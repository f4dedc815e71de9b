//! The covariance of the binned pair correlations with a signal present, and the goodness of
//! fit of the Hellings-Downs curve to the bins with that covariance (docs/frequency-spread-bins.md).
//!
//! A bin's correlation is the inverse-variance weighted mean rho_B = Q_B / W_B of its pairs
//! ([`crate::bins`]), with rho_ab / sigma_ab^2 = x~_a . x~_b in the template-weighted space of
//! [`crate::optimal::weight`]:
//!
//!   Q_B = sum_{(a,b) in B} x~_a . x~_b = (1/2) x^T (H_B (x) I) x,   W_B = sum_{(a,b) in B} sigma_ab^-2,
//!
//! with H_B the symmetric N x N indicator of the bin's pairs and x the stacked x~. For Gaussian x
//! with covariance C (the signal-present C~ = C0 + A^2 C1 of Allen & Romano 2023 in the reduced
//! space, [`crate::paircov::joint_covariance`]) Isserlis' theorem (Isserlis 1918) gives
//! Cov(x^T M x, x^T M' x) = 2 tr(M C M' C), so
//!
//!   Cov(Q_B, Q_B') = (1/2) tr((H_B (x) I) C (H_B' (x) I) C)
//!                  = (1/2) sum_{a,c} (H_B')_{ca} tau_B[a, c],
//!   tau_B[a, c] = sum_i ((C P_B) block (a, c))_{ii},   P_B = (H_B (x) I) C,
//!
//! and Cov(rho_B, rho_B') = Cov(Q_B, Q_B') / (W_B W_B'). Without signal (C = blockdiag Z~_a)
//! this is diagonal with Var(rho_B) = 1 / W_B = sigma_B^2, the independent-pair error bar.
//!
//! The fit: with the covariance evaluated at the measured amplitude and held fixed, the
//! generalised least-squares amplitude of A^2 hd_B to the bins and
//! chi^2 = (rho - A2 hd)^T Cov^-1 (rho - A2 hd), with n_bins - 1 degrees of freedom (one
//! amplitude fitted). Its p-value assumes Gaussian bins (they are sums of products of Gaussian
//! data, so only approximately), the noise model, the Hellings-Downs pattern with the template's
//! spectrum, and that the covariance at the measured amplitude is the true one.

use crate::error::{Error, Result};
use crate::linalg::{cholesky_lower, row_dots};
use crate::optimal::Weighted;
use crate::paircov::JointBlocks;
use ndarray::{Array1, Array2};
use rayon::prelude::*;
use statrs::distribution::{ChiSquared, ContinuousCDF};

/// Largest stacked dimension N 2K for which the covariance is computed: its cost grows as
/// N^3 (2K)^2 (row additions and products per component pair; about 0.3 s of CPU at
/// 100 pulsars x 14 frequencies), so larger arrays skip it with a note rather than spend minutes.
pub const MAX_STACKED: usize = 4096;

/// Component pairs per parallel batch of [`bin_covariance_with`].
const TASK_CHUNK: usize = 1024;

/// The covariance of the binned correlations at one amplitude.
#[derive(Clone, Debug, PartialEq, serde::Serialize)]
pub struct BinCovariance {
    /// The amplitude squared of the signal in C (the measured HD A2_hat, clamped at 0).
    pub amplitude2: f64,
    /// Cov(rho_B, rho_B'), n_bins x n_bins.
    pub covariance: Vec<Vec<f64>>,
}

impl BinCovariance {
    /// The full-covariance error bar of each bin.
    pub fn sigma(&self) -> Vec<f64> {
        (0..self.covariance.len())
            .map(|i| self.covariance[i][i].max(0.0).sqrt())
            .collect()
    }

    /// The rows of `bins-covariance.csv` (every (B, B'), row-major).
    pub fn rows(&self) -> Vec<BinCovarianceRow> {
        let sig = self.sigma();
        let nb = sig.len();
        let mut out = Vec::with_capacity(nb * nb);
        for i in 0..nb {
            for j in 0..nb {
                let c = self.covariance[i][j];
                out.push(BinCovarianceRow {
                    bin_a: i + 1,
                    bin_b: j + 1,
                    covariance: c,
                    correlation: c / (sig[i] * sig[j]),
                });
            }
        }
        out
    }
}

/// One entry of `bins-covariance.csv`.
#[derive(Clone, Debug, PartialEq, serde::Serialize, serde::Deserialize)]
pub struct BinCovarianceRow {
    /// 1-based bin numbers in the order of bins.csv.
    pub bin_a: usize,
    pub bin_b: usize,
    /// Cov(rho_B, rho_B') with the signal at the measured amplitude (units of A^2, squared).
    pub covariance: f64,
    pub correlation: f64,
}

/// The covariance of the bins `groups` (pair indices in row-major pair order, as
/// [`crate::bins::bin_groups`]) for weighted pulsars `w`, pattern matrix `g` (N x N, unit
/// diagonal), common auto-power `dc` in the analysis (template units, length 2K; see
/// [`crate::paircov`]) and signal amplitude squared `a2`.
pub fn bin_covariance(
    w: &[Weighted],
    g: &Array2<f64>,
    dc: &[f64],
    a2: f64,
    groups: &[Vec<usize>],
) -> Result<BinCovariance> {
    let n = w.len();
    let m = w.first().map_or(0, |x| x.z.nrows());
    let nm = n * m;
    if nm > MAX_STACKED {
        return Err(Error::setting(
            "bin covariance",
            format!("N 2K = {nm} exceeds {MAX_STACKED} (the cost grows as N^3 (2K)^2)"),
        ));
    }
    let a2 = a2.max(0.0);
    let z: Vec<Array2<f64>> = w.iter().map(|x| x.z.clone()).collect();
    let c = JointBlocks::new(&z, g, dc, a2)?;
    bin_covariance_with(&c, w, a2, groups)
}

/// [`bin_covariance`] from the slices `c` of the joint covariance C~ at `a2`.
pub fn bin_covariance_with(
    c: &JointBlocks,
    w: &[Weighted],
    a2: f64,
    groups: &[Vec<usize>],
) -> Result<BinCovariance> {
    let n = w.len();
    let m = w.first().map_or(0, |x| x.z.nrows());
    if (c.pulsars(), c.components()) != (n, m) {
        return Err(Error::setting(
            "bin covariance",
            "the joint covariance must be N 2K square",
        ));
    }
    let z: Vec<&Array2<f64>> = w.iter().map(|x| &x.z).collect();
    // Pair index -> (a, b) and the bin weights W_B = sum tr(Z~_a Z~_b).
    let mut pair_ab = Vec::with_capacity(n * n.saturating_sub(1) / 2);
    for a in 0..n {
        for b in a + 1..n {
            pair_ab.push((a, b));
        }
    }
    let nb = groups.len();
    let mut wb = Vec::with_capacity(nb);
    let mut members = Vec::with_capacity(nb);
    for idx in groups {
        let mut sum = 0.0;
        let mut ab = Vec::with_capacity(idx.len());
        for &p in idx {
            let (a, b) = *pair_ab.get(p).ok_or_else(|| {
                Error::setting("bin covariance", "a bin names a pair that does not exist")
            })?;
            sum += crate::optimal::frobenius(z[a], z[b]);
            ab.push((a, b));
        }
        wb.push(sum);
        members.push(ab);
    }
    // With W_ij the N x N matrix W_ij[b, c] = C[(b, j), (c, i)] (one component pair (i, j) of
    // every pulsar pair), tau_B = sum_ij W_ij^T H_B W_ij, so
    //   Cov(Q_B, Q_B') W_B W_B' = (1/2) tr(H_B' tau_B) = (1/2) sum_ij <W_ij H_B', H_B W_ij>,
    // and, C being symmetric, W_ji = W_ij^T and W_ij H_B' = (H_B' W_ji)^T. With
    // L_B(ij) = H_B W_ij (H_B is sparse: two row additions per pair of the bin) the term of
    // (i, j) is (1/2) <L_B'(ji)^T, L_B(ij)>; the terms of (i, j) and (j, i) together are
    // (X + X^T) / 2 with X[B, B'] = <L_B(ij), L_B'(ji)^T>, one small product over all bins.
    // Everything per (i, j) is a few N x N matrices per bin (cache-resident), and nothing of
    // size (N 2K)^2 is written.
    let nn = n * n;
    let partners: Vec<Partners> = members.iter().map(|m| Partners::of(m, n)).collect();
    // W_ij[b, c] = C~[(b, j), (c, i)]: the slice S_ji.
    let gather = |i: usize, j: usize| -> Array2<f64> { c.slice(j, i) };
    let share = |(i, j): (usize, usize)| -> Array2<f64> {
        let wij = gather(i, j);
        let lij = left_rows(&partners, standard(&wij), n, false);
        if i == j {
            // L_B(ii)^T is the transpose of L_B(ii): the same values, no second pass of
            // row additions.
            let mut lt = Array2::<f64>::zeros((nb, nn));
            for (src, mut dst) in lij.rows().into_iter().zip(lt.rows_mut()) {
                for x in 0..n {
                    for y in 0..n {
                        dst[y * n + x] = src[x * n + y];
                    }
                }
            }
            row_dots(standard(&lij), standard(&lt), nn) * 0.5
        } else {
            let lt = left_rows(&partners, standard(&gather(j, i)), n, true);
            let x = row_dots(standard(&lij), standard(&lt), nn);
            (&x + &x.t()) * 0.5
        }
    };
    let tasks: Vec<(usize, usize)> = (0..m).flat_map(|i| (i..m).map(move |j| (i, j))).collect();
    // Tasks in parallel, TASK_CHUNK at a time (the shares held at once stay bounded for arrays
    // with few pulsars and many frequencies; large enough that the workers seldom wait), their
    // shares (nb x nb each) added in task order: thread-count independent bytes.
    let mut total = Array2::<f64>::zeros((nb, nb));
    for part in tasks.chunks(TASK_CHUNK) {
        let shares: Vec<Array2<f64>> = part.par_iter().map(|&t| share(t)).collect();
        for q in shares {
            total += &q;
        }
    }
    let mut cov = vec![vec![0.0; nb]; nb];
    for bi in 0..nb {
        for bj in 0..nb {
            cov[bi][bj] = total[[bi, bj]] / (wb[bi] * wb[bj]);
        }
    }
    // Symmetric in exact arithmetic; remove rounding asymmetry.
    for i in 0..nb {
        for j in i + 1..nb {
            let v = 0.5 * (cov[i][j] + cov[j][i]);
            cov[i][j] = v;
            cov[j][i] = v;
        }
    }
    if cov.iter().flatten().any(|v| !v.is_finite()) {
        return Err(Error::NonFinite {
            what: "the covariance of the binned correlations".into(),
        });
    }
    Ok(BinCovariance {
        amplitude2: a2,
        covariance: cov,
    })
}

GOAL OF THE EXERCISE: Reproduce exactly the stretch of the material above that starts at the line with "for a in 0..n" and ends at the line with "over all bins.", both included, and nothing else.

ANSWER TO THE EXERCISE:
    for a in 0..n {
        for b in a + 1..n {
            pair_ab.push((a, b));
        }
    }
    let nb = groups.len();
    let mut wb = Vec::with_capacity(nb);
    let mut members = Vec::with_capacity(nb);
    for idx in groups {
        let mut sum = 0.0;
        let mut ab = Vec::with_capacity(idx.len());
        for &p in idx {
            let (a, b) = *pair_ab.get(p).ok_or_else(|| {
                Error::setting("bin covariance", "a bin names a pair that does not exist")
            })?;
            sum += crate::optimal::frobenius(z[a], z[b]);
            ab.push((a, b));
        }
        wb.push(sum);
        members.push(ab);
    }
    // With W_ij the N x N matrix W_ij[b, c] = C[(b, j), (c, i)] (one component pair (i, j) of
    // every pulsar pair), tau_B = sum_ij W_ij^T H_B W_ij, so
    //   Cov(Q_B, Q_B') W_B W_B' = (1/2) tr(H_B' tau_B) = (1/2) sum_ij <W_ij H_B', H_B W_ij>,
    // and, C being symmetric, W_ji = W_ij^T and W_ij H_B' = (H_B' W_ji)^T. With
    // L_B(ij) = H_B W_ij (H_B is sparse: two row additions per pair of the bin) the term of
    // (i, j) is (1/2) <L_B'(ji)^T, L_B(ij)>; the terms of (i, j) and (j, i) together are
    // (X + X^T) / 2 with X[B, B'] = <L_B(ij), L_B'(ji)^T>, one small product over all bins.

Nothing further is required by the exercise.